Chronique douce-amère d’un tourbillon
Alessandra a grandi dans une famille d’émigrés italiens désargentés et, pour payer ses études, elle qui est en train d’écrire un roman, elle accepte un emploi auprès d’une de ses idoles : le fameux Walker Reade. Une décision qui n’est pas facile, d’abord parce qu’elle l’oblige à s’exiler à l’autre bout du pays, dans le Colorado où Walker s’est retranché avec son assistante Claudia et le défilé des parasites qui évoluent autour de lui – entre acteurs, politiciens et autres artistes en vogue qui tous savent trouver chez lui alcool, drogues et armes à feu à volonté.
Alley est avertie : elles sont nombreuses à être passées avant elle et à n’avoir pas honoré le contrat de faire pondre à un Walker en manque d’inspiration l’ouvrage qui paiera ses excès et soldera ses dettes.

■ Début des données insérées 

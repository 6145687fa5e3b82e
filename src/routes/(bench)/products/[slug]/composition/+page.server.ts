import { signedIn } from '$lib/server/access/signed-in';
import { orError } from '$lib/server/http/answering';
import { batchDayOf } from '$lib/server/http/batch-day';
import { readProductComposition } from '$lib/server/services/product-composition';
import type { PageServerLoad } from './$types';

export const load: PageServerLoad = ({ locals, params, url }) =>
	orError(() => readProductComposition(signedIn(locals), params.slug, batchDayOf(url)));
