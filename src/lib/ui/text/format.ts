/** How values read on the page. Nothing here rounds a percentage or asks for the day's date. */

export type DecimalSign = '.' | ',';

const MONTHS = ['Jan', 'Feb', 'Mar', 'Apr', 'May', 'Jun', 'Jul', 'Aug', 'Sep', 'Oct', 'Nov', 'Dec'] as const;
const ISO_DAY = /^(\d{4})-(\d{2})-(\d{2})/;
const ISO_TIME = /^\d{4}-\d{2}-\d{2}[T ](\d{2}:\d{2})/;
const DECIMAL = /^([+-]?)(\d+)(?:\.(\d+))?$/;

/**
 * "1 Dec 2026" from the first ten characters of an ISO date or time. The text is read, never turned into a moment,
 * so that no time zone can move the day. What is not a date is given back as it came.
 */
export function formatDate(iso: string): string {
	const [, year, month, day] = ISO_DAY.exec(iso) ?? [];
	const name = MONTHS[Number(month) - 1];
	return name ? `${Number(day)} ${name} ${year}` : iso;
}

/** "1 Dec 2026, 14:02" as written in the text (the server writes UTC). */
export function formatDateTime(iso: string): string {
	const [, time] = ISO_TIME.exec(iso) ?? [];
	return time ? `${formatDate(iso)}, ${time}` : formatDate(iso);
}

function grouped(digits: string, sign: DecimalSign): string {
	return digits.replace(/\B(?=(\d{3})+$)/g, sign === '.' ? ',' : '.');
}

/** An exact decimal with the person's decimal sign; digits are kept as they are. `group` sets off thousands. */
export function formatDecimal(value: string, sign: DecimalSign, group = false): string {
	const [, minus, whole, fraction] = DECIMAL.exec(value) ?? [];
	if (whole === undefined) return value;
	const front = `${minus === '-' ? '−' : minus}${group ? grouped(whole, sign) : whole}`;
	return fraction === undefined ? front : `${front}${sign}${fraction}`;
}

/** "4.350–4.850"; one figure where both ends are the same text. */
export function formatRange(low: string, high: string, sign: DecimalSign): string {
	return low === high ? formatDecimal(low, sign) : `${formatDecimal(low, sign)}–${formatDecimal(high, sign)}`;
}

/** A whole number with its thousands set off: 1,204 or 1.204. */
export function formatCount(value: number | bigint, sign: DecimalSign): string {
	return formatDecimal(String(value), sign, true);
}

const UNITS = ['bytes', 'KiB', 'MiB', 'GiB'] as const;

/** A file's size with one decimal from KiB upwards, rounded up so that a size over a limit never reads as within. */
export function formatSize(bytes: number, sign: DecimalSign): string {
	let unit = 0;
	let tenths = bytes * 10;
	while (tenths >= 10_240 && unit < UNITS.length - 1) {
		tenths /= 1024;
		unit += 1;
	}
	if (unit === 0) return `${formatCount(bytes, sign)} ${bytes === 1 ? 'byte' : 'bytes'}`;
	const cut = Math.ceil(tenths);
	const fraction = cut % 10;
	return `${Math.floor(cut / 10)}${fraction ? `${sign}${fraction}` : ''} ${UNITS[unit]}`;
}

/** plural(1, 'name', 'names') is "1 name". The sentence keeps its number. */
export function plural(count: number, one: string, many: string, sign: DecimalSign = '.'): string {
	return `${formatCount(count, sign)} ${count === 1 ? one : many}`;
}

export interface Format {
	readonly sign: DecimalSign;
	date(iso: string): string;
	dateTime(iso: string): string;
	decimal(value: string, group?: boolean): string;
	range(low: string, high: string): string;
	count(value: number | bigint): string;
	size(bytes: number): string;
}

/** The person's way of writing, to be handed down by context. */
export const formatFor = (sign: DecimalSign): Format => ({
	sign,
	date: formatDate,
	dateTime: formatDateTime,
	decimal: (value, group) => formatDecimal(value, sign, group),
	range: (low, high) => formatRange(low, high, sign),
	count: (value) => formatCount(value, sign),
	size: (bytes) => formatSize(bytes, sign)
});
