import { uploadPartSchema } from '$lib/schemas/upload';
import { addressOf, signedIn } from '$lib/server/http/signed-in';
import { putPart } from '$lib/server/services/uploads';
import type { RequestHandler } from './$types';

export const PUT: RequestHandler = ({ locals, params, request }) =>
	signedIn(locals, async (actor) => {
		const { id, n } = addressOf(params, uploadPartSchema);
		return Response.json(await putPart(actor, id, n, request.body ?? new Blob().stream()));
	});
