import { DataTable } from '@/components/ui/data-table'
import { Tag } from '@/components/ui/tag'
import { type CheckReport } from '@/lib/analysis/validation/check'
import { errorText, longNumber } from './number-text'

/** Numbers of one check: what they must be, what the code gives, how far apart. */
export function CheckTable({ report }: { readonly report: CheckReport }) {
  return (
    <DataTable
      caption={`${report.id} ${report.title}`}
      rows={report.results.map((result, index) => ({ ...result, key: String(index) }))}
      rowKey={({ key }) => key}
      columns={[
        {
          key: 'quantity',
          head: 'Number',
          isRowHead: true,
          cell: ({ quantity }) => quantity,
          className: 'min-w-[11rem]',
        },
        { key: 'unit', head: 'Unit', cell: ({ unit }) => (unit === '1' ? '' : unit), className: 'whitespace-nowrap' },
        { key: 'expected', head: 'Expected', isNumber: true, cell: ({ expected }) => longNumber(expected) },
        { key: 'obtained', head: 'Obtained', isNumber: true, cell: ({ obtained }) => longNumber(obtained) },
        { key: 'error', head: 'Relative error', isNumber: true, cell: ({ relativeError }) => errorText(relativeError) },
        { key: 'tolerance', head: 'Allowed', isNumber: true, cell: ({ tolerance }) => errorText(tolerance) },
        {
          key: 'verdict',
          head: 'Agrees',
          cell: ({ passes }) => <Tag kind={passes ? 'sound' : 'fault'}>{passes ? 'yes' : 'no'}</Tag>,
        },
      ]}
    />
  )
}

Ce livre est en fait si inspiré de faits réels qu’il se situe à mi-chemin du roman et du documentaire. Car c’est l’auteure elle-même qui nous relate son expérience, dans les années 1990, auprès de l’illustre Hunter S. Thompson – inventeur du journalisme gonzo (d’où le titre). À cette époque, ce dernier n’est plus au sommet de sa gloire ni de sa forme, résultat d’une vie dissolue, faite d’excès en tous genres.

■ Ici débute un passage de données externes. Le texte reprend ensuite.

function numericMeaning(candidate: Candidate, unit: string): ColumnMeaning {
  const { words, statistics, species } = candidate
  if (statistics.compactDates > 0 && statistics.compactDates === statistics.counts.number && speaksOf(words, 'time'))
    return 'date'
  // 20260302073000
  if (statistics.minimum >= 1.9e13 && statistics.maximum < 2.11e13 && speaksOf(words, 'time')) return 'time'
  if (speaksOf(words, 'retention') && words.length <= 4) return 'retention-time'
  if (speaksOf(words, 'height')) return 'height'
  if (speaksOf(words, 'area') && !isDimension(unit, 'area')) return 'area'
  if (unit !== '') {
    if (unitFromAlias(unit, 'temperature') !== null && !(unit === 'C' && species !== null)) return 'bed-temperature'
    if (unitFromAlias(unit, 'pressure') !== null) return species === null ? 'inlet-pressure' : 'ignore'
    if (unitFromAlias(unit, 'volume-flow') !== null || unitFromAlias(unit, 'molar-flow') !== null)
      return species === null ? 'ignore' : 'flow'
    if (unitFromAlias(unit, 'fraction') !== null) return species === null ? 'ignore' : 'mole-fraction'
    if (unitFromAlias(unit, 'time') !== null) return speaksOf(words, 'retention') ? 'retention-time' : 'elapsed-time'
    return 'ignore'
  }
  if (statistics.integers === statistics.counts.number && speaksOf(words, 'number') && species === null)
    return 'injection-number'
  if (species !== null) {
    if (speaksOf(words, 'flow')) return 'flow'
    if (speaksOf(words, 'composition')) return 'mole-fraction'
    if (words.length === 0) return statistics.maximum > 1_000 ? 'area' : 'mole-fraction'
    return 'ignore'
  }
  if (speaksOf(words, 'temperature')) return 'bed-temperature'
  if (speaksOf(words, 'pressure')) return 'inlet-pressure'
  if (speaksOf(words, 'set') || (speaksOf(words, 'bed') && words.length > 1)) return 'ignore'
  if (words.some((word) => ELAPSED_ONLY.has(word)) || (candidate.index === 0 && speaksOf(words, 'time')))
    return 'elapsed-time'
  return 'ignore'
}

function isDimension(unit: string, dimension: 'area'): boolean {
  return dimension === 'area' && unit !== '' && unitFromAlias(unit, 'length') !== null
}

/** A column without a single number: every peak below the limit of detection. */
function censoredOnly(candidate: Candidate): ColumnMeaning {
  return candidate.species !== null && speaksOf(candidate.words, 'area') ? 'area' : 'ignore'
}

function isBypassWord(text: string): boolean {
  return labelWords(text).some((word) => BYPASS_WORDS.has(word)) || /by-?pass/i.test(text)
}

type Meanings = (ColumnMeaning | undefined)[]

/** One clock a table: date and time together, date beside time of day, or elapsed time, in this order. */
function settleTimes(candidates: readonly Candidate[], meanings: Meanings): void {
  const first = (meaning: ColumnMeaning) => meanings.indexOf(meaning)
  const only = (meaning: ColumnMeaning, keep: number) =>
    meanings.forEach((one, index) => {
      if (one === meaning && index !== keep) meanings[index] = 'ignore'
    })
  for (const meaning of ['time', 'date', 'time-of-day', 'elapsed-time'] as const) only(meaning, first(meaning))
  if (first('time') >= 0) {
    for (const meaning of ['date', 'time-of-day', 'elapsed-time'] as const) only(meaning, -1)
  } else if (first('date') >= 0) {
    if (first('time-of-day') < 0) {
      // a date with the elapsed time of that day would be rare; a date alone is no clock
      if (first('elapsed-time') >= 0) only('date', -1)
    } else only('elapsed-time', -1)
  } else if (first('elapsed-time') >= 0) only('time-of-day', -1)
  // `Lauf` counts injections, but `Zeit` in minutes first in a chromatogram's table is a retention time
  if (meanings.includes('species-name'))
    candidates.forEach((candidate, index) => {
      if (meanings[index] === 'elapsed-time' && (first('time') >= 0 || candidate.statistics.maximum < 120))
        meanings[index] = 'retention-time'
    })
}

/** Bare species columns are areas or fractions together, not one by one. */
function settleSpecies(candidates: readonly Candidate[], meanings: Meanings): void {
  const bare = candidates.filter(
    (candidate, index) =>
      candidate.species !== null &&
      candidate.unit === '' &&
      candidate.words.length === 0 &&
      (meanings[index] === 'area' || meanings[index] === 'mole-fraction'),
  )
  const largest = Math.max(0, ...bare.map((candidate) => candidate.statistics.maximum))
  for (const candidate of bare) meanings[candidate.index] = largest > 100.5 ? 'area' : 'mole-fraction'
  if (meanings.includes('species-name') && !meanings.includes('area') && !meanings.includes('mole-fraction')) {
    const value = candidates.find(
      (candidate, index) =>
        meanings[index] === 'ignore' &&
        candidate.statistics.majority === 'number' &&
        (candidate.unit !== '' || speaksOf(candidate.words, 'composition')),
    )
    if (value !== undefined && unitFromAlias(value.unit, 'fraction') !== null) meanings[value.index] = 'mole-fraction'
  }
}

/** Meanings that a table has once; the first column that has it keeps it. The same species twice for one quantity is not guessed either. */
function settleOnce(candidates: readonly Candidate[], meanings: Meanings): void {
  const seen = new Set<string>()
  const isLong = meanings.includes('species-name')
  candidates.forEach((candidate, index) => {
    const meaning = meanings[index]
    if (meaning === undefined || meaning === 'ignore' || meaning === 'text') return
    if (meaning === 'bed-temperature' || meaning === 'inlet-pressure') return
    const key = takesSpecies(meaning) && !isLong ? `${meaning} ${candidate.species ?? ''}` : meaning
    if (seen.has(key) || (takesSpecies(meaning) && !isLong && candidate.species === null)) meanings[index] = 'ignore'
    seen.add(key)
  })
}

function settleTemperatures(candidates: readonly Candidate[], meanings: Meanings): void {
  const found = candidates.filter((_candidate, index) => meanings[index] === 'bed-temperature')
  for (const candidate of found) meanings[candidate.index] = 'ignore'
  const take = (
    meaning: 'set-temperature' | 'wall-temperature' | 'bed-temperature',
    test: (candidate: Candidate) => boolean,
  ): void => {
    if (meanings.includes(meaning)) return
    const chosen = found.find((candidate) => meanings[candidate.index] === 'ignore' && test(candidate))
    if (chosen !== undefined) meanings[chosen.index] = meaning
  }
  take('set-temperature', (candidate) => speaksOf(candidate.words, 'set'))
  take(
    'bed-temperature',
    (candidate) =>
      speaksOf(candidate.words, 'bed') && !speaksOf(candidate.words, 'set') && !speaksOf(candidate.words, 'wall'),
  )
  take('wall-temperature', (candidate) => speaksOf(candidate.words, 'wall') && !speaksOf(candidate.words, 'set'))
  // one temperature left over and none for the bed: that is the bed's
  const left = found.filter((candidate) => meanings[candidate.index] === 'ignore')
  if (left.length === 1) take('bed-temperature', (candidate) => !speaksOf(candidate.words, 'set'))
}

function settlePressures(candidates: readonly Candidate[], meanings: Meanings): void {
  const found = candidates.filter((_candidate, index) => meanings[index] === 'inlet-pressure')
  for (const candidate of found) meanings[candidate.index] = 'ignore'
  const outlet = found.find((candidate) => speaksOf(candidate.words, 'outlet') && !speaksOf(candidate.words, 'set'))
  const inlet =
    found.find((candidate) => candidate !== outlet && speaksOf(candidate.words, 'inlet')) ??
    (found.length === 1 && outlet === undefined && !speaksOf(found[0]?.words ?? [], 'set') ? found[0] : undefined)
  if (outlet !== undefined) meanings[outlet.index] = 'outlet-pressure'
  if (inlet !== undefined) meanings[inlet.index] = 'inlet-pressure'
}

function takesSpecies(meaning: ColumnMeaning): boolean {
  return meaning === 'flow' || meaning === 'area' || meaning === 'mole-fraction' || meaning === 'height'
}

function unitFor(meaning: ColumnMeaning, candidate: Candidate): string {
  if (candidate.unit !== '') return candidate.unit
  return ''
}

/** Order of day and month over all dates of the file and its preamble. */
function orderOfDates(
  candidates: readonly Candidate[],
  meanings: Meanings,
  start: ReturnType<typeof findStart>,
): {
  readonly order: ColumnMapSpecification['dateOrder']
  readonly isOpen: boolean
  readonly proposal: 'day-first' | 'month-first'
  readonly reason: string
  readonly example: string
} {
  const columns = candidates.filter((_candidate, index) => meanings[index] === 'time' || meanings[index] === 'date')
  let first = 0
  let second = 0
  let undecided = 0
  let certain = 0
  let halfDays = 0
  let shortYearFirst = false
  let example = ''
  for (const { statistics } of columns) {
    first = Math.max(first, statistics.firstField)
    second = Math.max(second, statistics.secondField)
    undecided += statistics.undecidedDates
    certain += statistics.certainDates + statistics.compactDates
    halfDays += statistics.halfDays
    if (statistics.shortDates > 0 && statistics.firstField > 31) shortYearFirst = true
  }
  const scan = start?.scan
  if (scan?.fields !== undefined && scan.fields !== null) {
    if (scan.form === 'certain') certain++
    else {
      undecided++
      first = Math.max(first, scan.fields[0])
      second = Math.max(second, scan.fields[1])
      if (scan.hasHalfDay) halfDays++
      example = start?.text ?? ''
    }
  }
  const proposal = halfDays > 0 ? 'month-first' : 'day-first'
  const reason =
    halfDays > 0
      ? 'The clock with AM and PM goes with the month first in most places.'
      : 'The day first is usual where dates are written with points or strokes and a 24-hour clock.'
  const settled = (order: ColumnMapSpecification['dateOrder']) =>
    ({ order, isOpen: false, proposal, reason, example }) as const
  if (undecided === 0) return settled(certain > 0 ? 'year-first' : null)
  if (shortYearFirst) return settled('year-first')
  if (first > 12 && second <= 12) return settled('day-first')
  if (second > 12 && first <= 12) return settled('month-first')
  return { order: null, isOpen: true, proposal, reason, example }
}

Non seulement il n’a plus d’inspiration, mais quand il finit par écrire une page ou deux, elles sont d’un niveau affligeant.
Entre les pages de ce livre déjanté, le lecteur est pris dans le tourbillon d’une vie sur le fil d’où la stabilité et la normalité sont bannies : rien n’est fait dans les limites du raisonnable, pas plus la consommation de stupéfiants que le maniement des armes ou même quee la simple commande d’un repas au restaurant.
Au milieu de ce délire permanent qui donne lieu à des scènes souvent drôles, racontées avec un humour piquant, perce une forme de désespoir, bien caché derrière une couche de cynisme, voire de cruauté chez Walker. De fait, le tyran qui règne sur son petit royaume en est en fait prisonnier, tout comme il l’est de son image et de sa réputation.
Paradoxalement, la jeune femme sans expérience, au premier abord vouée à se faire broyer, sera, elle, en mesure de se libérer, contrairement à lui. Mais, ultime ironie du texte, si Cheryl della Pietra a sans doute une existence moins périlleuse que Hunter Thompson, c’est néanmoins ce dernier dont la postérité retiendra le nom.
agathe de lastyns
Cheryl della Pietra, Gonzo Girl, traduit de l’anglais (États-Unis) par Karine Forestier, Stéphane Marsan, août 2020, 304 p. – 18,00 €.